[Terr_]

That naming is a little confusing, because if you say "blood group "A" or "B", that indicates the presence of A and B antigen structures, however "blood group H" means a lack of H. (Since almost everybody has H, it was discovered much later.)

Since H is also a building-block needed for A and B to show up, it makes for fun medical-mystery plots, where a child's blood-type seems to be O and doesn't match their parents, but in reality they did get parental A/B/AB genes that just aren't able to express because each parent contributed a nonfunctional H-allele.

https://www.ncbi.nlm.nih.gov/books/NBK2268/

[Terr_]

P.S. IANAPhlebotomist, but if I could wave a wand to change the nomenclature, I'd make it stop relying on an implicit "nothing" state that keeps changing under us as we discover new features that are either usually-present or usually-absent.

Instead patients would have a "blood code" that indicates the tested presence or absence of phenotype cellular features, and any feature not listed would be considered "not yet known, do a test if it might be important."

For example, today's AB- would become +HAB-R for "has H,A,B lacks Rhesus factor." Similarly, O+ would become +HR-AB, and the super rare mutation we were just talking about would be either +R-HAB or -HABR.

Then when we eventually discover a yet-another factor X... Well, yes, your code wouldn't be constant throughout your life, because after an X-test it would gain either a +X or -X... However the upshot is that it eliminates weird implicit guessing games, and medical professionals will "know what they don't know".

[thaumasiotes]

> For example, today's AB- would become +HAB-R for "has H,A,B lacks Rhesus factor."

That's already the way A, B, and Rhesus factor work. The abbreviation for Rhesus factor is "+", but the formal terminology is "Rh+". I would have expected "H-" by analogy.

[Terr_]

> That's already the way A, B, and Rhesus factor work.

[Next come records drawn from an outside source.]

// Steps after reading, kept in the build cache by what they read: a unit through a pass, the
// read phase's second look at a unit, a packing group. A step's key is a hash of everything its
// files depend on — the settings, the fingerprints of the unit files it reads (a chain back to
// the input's bytes), the bytes of the decisions it applies — never of the time or the task
// count, so a rebuild after appending data links the unchanged units' and groups' files from the
// cache instead of computing them again (README, Rebuilding in CI).
//
// An entry is flat files in the cache folder: step-<key>.<n> are second names (hard links, else
// copies) of the step's files, written first; step-<key>.json lists them (path in the work
// directory, size, modification time) with what the step reported, and is written last, so an
// entry without it is never found. A file whose size or time differs from the list (edited or
// replaced since) makes the entry stale: it is not used, and the step runs again.
import { readFile, stat, rm } from "node:fs/promises";
import { join, relative } from "node:path";
import type { BuildCache } from "../cache/build-cache.js";
import { linkAtomic, linkOrCopy, writeAtomic } from "./workdir.js";
import type { Logger } from "../types.js";

/** Bumped when what a step's files hold changes within a version. */
export const STEP_FORMAT = 1;

interface Index<M> {
  files: { path: string; size: number; mtime: number }[];
  /** What the step reported (counters, record counts). */
  meta: M;
  /** Other cache entries the step used (token ids): kept while the step's entry is. */
  used: string[];
}

export class StepMemo {
  constructor(
    private readonly cache: BuildCache,
    private readonly work: string,
    private readonly log: Logger,
  ) {}

  /**
   * Links the step's files into the work directory and returns what it reported, or undefined when
   * there is no entry (or the cache is off, or the entry is stale). `counted` false: a part of a
   * step (a piece of a group's collection), left out of the report's steps.
   */
  async restore<M>(key: string, counted = true): Promise<M | undefined> {
    const at = await this.cache.lookup("step", key, ".json");
    if (!at) return undefined;
    let index: Index<M>;
    try {
      index = JSON.parse(await readFile(at, "utf8")) as Index<M>;
    } catch {
      return this.stale(key, "its list cannot be read");
    }
    const blobs = index.files.map((_, n) => this.cache.path("step", key, `.${n}`));
    for (const [n, f] of index.files.entries()) {
      const st = await stat(blobs[n]).catch(() => undefined);
      if (!st) return this.stale(key, `${f.path} is missing`);
      if (st.size !== f.size || st.mtimeMs !== f.mtime) return this.stale(key, `${f.path} changed since it was kept`);
    }
    for (const [n, f] of index.files.entries()) await linkAtomic(blobs[n], join(this.work, f.path));
    this.cache.use(blobs.map((b) => relative(this.cache.dir, b)));
    this.cache.use(index.used);
    if (counted) this.cache.report.steps.reused++;
    return index.meta;
  }

  /** Keeps the step's files (absolute paths under the work directory) and report under `key`. */
  async save<M>(key: string, files: string[], meta: M, used: string[], counted = true): Promise<void> {
    const index: Index<M> = { files: [], meta, used };
    for (const [n, file] of files.entries()) {
      const pending = this.cache.pending("step", key, `.${n}`);
      await linkOrCopy(file, pending.tmp);
      await pending.commit();
      const st = await stat(this.cache.path("step", key, `.${n}`));
      index.files.push({ path: relative(this.work, file), size: st.size, mtime: st.mtimeMs });
    }
    const list = this.cache.pending("step", key, ".json");
    await writeAtomic(list.tmp, JSON.stringify(index));
    await list.commit();
    if (counted) this.cache.report.steps.computed++;
  }

  private async stale(key: string, why: string): Promise<undefined> {
    this.log.warn({ key }, `cache entry step-${key} is stale (${why}); it is not used, and the step runs again`);
    await rm(this.cache.path("step", key, ".json"), { force: true });
    return undefined;
  }
}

No, it isn't: The current ABO system is incapable of expressing "null" data (e.g. "we don't know if B antigens are present or not") and relies on implicit "no marking means false" assumption, which becomes a problem if a new/newly-important antigen feature is discovered, or if a new variation of an existing antigen is found.

For example, suppose we discover a new type Z, which is a membrane-sugar just like A and B, and logically ought to be encoded the same way. It exists in a 50/50 ratio in every existing blood-group, and it finally explains some rare but fatal transfusion problems.

Now some unconscious patient arrives at the emergency room with a wristband saying "AB+". Does that string mean they were tested for Z already, and it was absent, or does it mean there no data about whether Z is present or not? Nobody knows! Worse, if you do a test and discover no Z, then you write the same thing and have the same problem later, all because of the mistake of encoding "false" as an empty string.

Now you might say "Forget the ABO crap, require Z+ or Z- to appear as a separate item", I'll say: "I totally agree, but let's remove the ABO crap and encode all the antigens the same way to make it logically consistent and clear."

> I would have expected "H-" by analogy.

If you're thinking of another section like "A Rh+ H-", then that's close to what I'm proposing, except that it hasn't fixed the historical ambiguities of O/A/AB.

If you fix it to make things explicit and consistent, it becomes "A+ B- Rh+ H- ", and if you shorten Rh to R and group similar things together... that leads to codes like +R-HAB or -ABH+R, which are (ordering aside) what I just proposed.

[Sn0wCoder]

I have never heard of the H-allele. Not sure if @Buttons840 has seen this but “It became a family joke because me and my siblings are all O blood type. If my dad really did have AB blood then we are not his children. The hospital later confirmed it was a mistake.”

Thank you for the information as I always love learning more from the comments than the articles.